Thank you for your compliment, joelr. I appreciate it.
To be honest, it was very difficult for me to question God, the Bible, and what I believed as a Christian because I was raised in the church and indoctrinated to believe in God no matter what. I was taught to believe that the Bible is the Word of God and that I should never question its authority and accuracy. I was also taught to never question God in any way, and I was shamed by other Christians when I did. So, I quickly learned to keep my doubts and questions to myself while I was growing up. Unfortunately, this mentality stuck with me for the majority of my adult life, and I was a Christian for 30 years. I always felt shame and guilt whenever I questioned God, so I pushed my doubts to the back of my mind and tried to ignore them. But I lived with the nagging feeling that I was ignoring my doubts, and that made me feel sad and confused. Long story short, about a year and a half ago, I finally got to a breaking point where I decided that I wasn't going to ignore my doubts anymore. I decided I was going to face them, come what may, and so I did.
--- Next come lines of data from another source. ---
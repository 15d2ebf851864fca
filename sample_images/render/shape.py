"""The tablet's body: outline, pillow-shaped faces, and the break that went through it."""

from __future__ import annotations

from dataclasses import dataclass
from typing import Literal

import numpy as np
import shapely
from numpy.typing import NDArray
from scipy.spatial import cKDTree

from sample_images.render import noise
from sample_images.render.grid import Field, Grid, Points

Edge = Literal["left", "right", "upper", "lower"]

SPACING = 0.05
"""Distance of neighbouring points of a dense contour, mm."""

ROUNDING = (2.6, 1.9)
"""Exponents of the edge in profile: flat where the face begins, upright at the girth."""


@dataclass(frozen=True)
class Body:
    """A whole tablet about its axis (x = 0) and its middle (y = 0); all in mm.

    ``half_widths`` are those of the left and right half, ``half_heights`` of the upper and lower one,
    ``exponents`` how square the upper and lower corners are; ``thickness`` is that of the thickest place,
    ``convexities`` how far obverse and reverse fall from the middle to an edge, ``rounding`` how wide the
    rounded rim is, ``wobble`` the standard deviation of the hand-made edge about the smooth outline,
    ``girth_depth`` how far the girth lies below the mean plane of the face in front.
    """

    half_widths: tuple[float, float]
    half_heights: tuple[float, float]
    exponents: tuple[float, float]
    thickness: float
    girth_depth: float
    convexities: tuple[float, float] = (0.9, 2.6)
    rounding: float = 6.5
    wobble: float = 0.28

    @property
    def width(self) -> float:
        """Between the tangents of the smooth outline."""
        return sum(self.half_widths)

    @property
    def height(self) -> float:
        """Between the tangents of the smooth outline."""
        return sum(self.half_heights)

    @property
    def back(self) -> float:
        """Height of the mean plane of the reverse in the frame of the obverse."""
        return 2 / 3 * sum(self.convexities) - self.thickness

    def turned(self) -> Body:
        """Return the same tablet turned over its upper edge, so that the reverse is in front."""
        return Body(
            self.half_widths,
            (self.half_heights[1], self.half_heights[0]),
            (self.exponents[1], self.exponents[0]),
            self.thickness,
            -self.back - self.girth_depth,
            (self.convexities[1], self.convexities[0]),
            self.rounding,
            self.wobble,
        )


@dataclass(frozen=True, eq=False)
class Contour:
    """The girth of the whole tablet, clockwise as seen, from the left end of the upper edge.

    ``points`` (N, 2), ``edges`` the edge that each belongs to.
    """

    points: Points
    edges: tuple[Edge, ...]

    def turned(self) -> Contour:
        """Return the girth as the reverse shows it; edges are named as they lie in the view."""
        swap: dict[Edge, Edge] = {"upper": "lower", "lower": "upper", "left": "left", "right": "right"}
        return Contour((self.points * [1, -1])[::-1], tuple(swap[edge] for edge in self.edges[::-1]))


def smooth_outline(body: Body, count: int = 20_000) -> Points:
    """Return the outline without wobble (N, 2), clockwise as seen, from the left end of the upper edge."""
    angle = np.linspace(0, 2 * np.pi, count, endpoint=False) - 0.75 * np.pi
    cosine, sine = np.cos(angle), np.sin(angle)
    exponent = np.where(sine < 0, *body.exponents)
    half_width = np.where(cosine < 0, *body.half_widths)
    half_height = np.where(sine < 0, *body.half_heights)
    x = half_width * np.sign(cosine) * np.abs(cosine) ** (2 / exponent)
    y = half_height * np.sign(sine) * np.abs(sine) ** (2 / exponent)
    return evenly(np.column_stack([x, y]), SPACING, closed=True)


def make_contour(body: Body, rng: np.random.Generator) -> Contour:
    """Return the hand-made girth: the smooth outline with a correlated wobble across it."""
    smooth = smooth_outline(body)
    tangent = np.roll(smooth, -1, axis=0) - np.roll(smooth, 1, axis=0)
    outward = np.column_stack([tangent[:, 1], -tangent[:, 0]])
    outward /= np.hypot(*outward.T)[:, None]
    length = SPACING * len(smooth)
    at = SPACING * np.arange(len(smooth), dtype=np.float64)
    wobble = 0.85 * noise.along(at, 11.0, rng, period_mm=length)
    wobble += 0.5 * noise.along(at, 3.0, rng, period_mm=length)
    return Contour(smooth + body.wobble * wobble[:, None] * outward, _edges(body, smooth))


def _edges(body: Body, points: Points) -> tuple[Edge, ...]:
    """Name the edge of each point: the diagonals of the surrounding rectangle part them."""
    across = points[:, 0] / np.where(points[:, 0] < 0, *body.half_widths)
    down = points[:, 1] / np.where(points[:, 1] < 0, *body.half_heights)
    names: list[Edge] = []
    for right, lower in zip(across, down, strict=True):
        if abs(right) > abs(lower):
            names.append("right" if right > 0 else "left")
        else:
            names.append("lower" if lower > 0 else "upper")
    return tuple(names)


def evenly(points: Points, spacing: float, *, closed: bool = False) -> Points:
    """Return points at even distances along a line (N, 2)."""
    path = np.vstack([points, points[:1]]) if closed else points
    at = np.concatenate([[0.0], np.cumsum(np.hypot(*np.diff(path, axis=0).T))])
    count = max(2, round(at[-1] / spacing) + (0 if closed else 1))
    where = np.linspace(0, at[-1], count, endpoint=not closed)
    return np.column_stack([np.interp(where, at, path[:, 0]), np.interp(where, at, path[:, 1])])


def break_path(corners: Points, rng: np.random.Generator) -> Points:
    """Return a jagged line (N, 2) along straight pieces, rough at every size."""
    path = evenly(corners, SPACING)
    tangent = np.gradient(path, axis=0)
    across = np.column_stack([tangent[:, 1], -tangent[:, 0]]) / np.hypot(*tangent.T)[:, None]
    across = np.column_stack([np.convolve(a, np.ones(161) / 161, "same") for a in across.T])
    at = SPACING * np.arange(len(path), dtype=np.float64)
    offset = np.zeros(len(path))
    for length_mm, rms in ((28.0, 1.8), (9.0, 0.8), (3.0, 0.32), (1.0, 0.13), (0.4, 0.05)):
        offset += rms * noise.along(at, length_mm, rng)
    return np.asarray(path + offset[:, None] * across, np.float64)


def cut_contour(contour: Contour, breaks: list[Points], lost: list[Points]) -> list[tuple[str, Points]]:
    """Return the outline of what survives, clockwise: edge and points (N, 2) of each piece.

    ``breaks`` are the jagged lines, ``lost`` the polygons beyond them. Each break takes one run of the
    girth; where it crosses the girth more than once, the outermost crossings count.
    """
    count = len(contour.points)
    owner = np.full(count, -1)
    for number, polygon in enumerate(lost):
        inside = shapely.contains_xy(shapely.Polygon(polygon).buffer(0), contour.points)
        owner[_between(inside)] = number
    start = int(np.flatnonzero((owner >= 0) & (np.roll(owner, -1) < 0))[0]) + 1
    order = (start + np.arange(count)) % count
    pieces: list[tuple[str, list[Points]]] = []
    previous = -1
    for index in order:
        if owner[index] >= 0:
            label = f"break {owner[index]}"
            if not pieces or pieces[-1][0] != label:
                pieces.append((label, []))
            continue
        label = contour.edges[index]
        if not pieces or pieces[-1][0] != label:
            joined = [contour.points[previous]] if pieces and not pieces[-1][0].startswith("break") else []
            pieces.append((label, joined))
        pieces[-1][1].append(contour.points[index])
        previous = int(index)
    return _join(pieces, breaks)


def _between(inside: NDArray[np.bool_]) -> NDArray[np.intp]:
    """Return the one run of ring positions from the first to the last inside, over any gaps in it."""
    hits = np.flatnonzero(inside)
    gaps = np.diff(np.append(hits, hits[0] + len(inside)))
    widest = int(np.argmax(gaps))
    first = hits[(widest + 1) % len(hits)]
    run = len(inside) - int(gaps[widest]) + 1
    return np.asarray((first + np.arange(run)) % len(inside), np.intp)


def _join(pieces: list[tuple[str, list[Points]]], breaks: list[Points]) -> list[tuple[str, Points]]:
    """Put each break's course between the pieces of edge before and after it."""
    joined: list[tuple[str, Points]] = []
    for number, (label, points) in enumerate(pieces):
        if not label.startswith("break"):
            joined.append((label, np.array(points)))
            continue
        course = breaks[int(label.split()[1])]
        before = pieces[number - 1][1][-1]
        after = pieces[(number + 1) % len(pieces)][1][0]
        ends = [int(np.argmin(np.hypot(*(course - end).T))) for end in (before, after)]
        inner = course[min(ends) + 1 : max(ends)]
        inner = inner if ends[0] < ends[1] else inner[::-1]
        joined.append(("break", np.vstack([before, inner, after])))
    return joined


def inward_distance(contour: Contour, grid: Grid) -> Field:
    """Return the distance from the girth at each point of a coarse lattice, positive inside."""
    x, y = np.broadcast_arrays(grid.x, grid.y)
    places = np.column_stack([x.ravel(), y.ravel()])
    distance, _ = cKDTree(contour.points).query(places, distance_upper_bound=9.0)
    inside = grid.fill(contour.points).ravel()
    # at the girth itself the face stands upright, and a wrong sign would show as a step
    near = np.flatnonzero(distance < 1.0)
    girth = shapely.Polygon(contour.points)
    shapely.prepare(girth)
    inside[near] = shapely.contains_xy(girth, places[near])
    signed = np.where(inside, 1.0, -1.0) * np.minimum(distance, 9.0)
    return signed.reshape(grid.shape).astype(np.float32)


def whole_face(body: Body, inward: Field, grid: Grid) -> Field:
    """Return the height of the unbroken face in front, down to the girth; without texture."""
    flat, upright = ROUNDING
    rim = np.clip(1 - inward / body.rounding, 0, 1)
    share = np.clip(1 - rim**flat, 0, 1) ** (1 / upright)
    across = (grid.x / (body.width / 2)) ** 2 + (grid.y / (body.height / 2)) ** 2
    dome = body.convexities[0] * (2 / 3 - across)
    return np.asarray(dome * share - body.girth_depth * (1 - share), np.float32)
I began to examine and re-examine everything that I believed about God, the Bible, and everything else I believed as a Christian. As I said, it was very difficult for me, but I had my beloved, loving husband to help me get through it. I think of myself as a prime example of how deeply a person can be brainwashed and ensnared by a religion. My belief and faith in God were deeply entrenched in my psyche, and it was almost impossible for me to leave it behind. I compare my emotional dependence on God to being locked in a prison cell, except the door to my cell was open, but I never realized that I could leave whenever I wanted to. Being a devout Christian was detrimental to my emotional, mental, and physical health, and letting go of my faith was the best decision that I've ever made.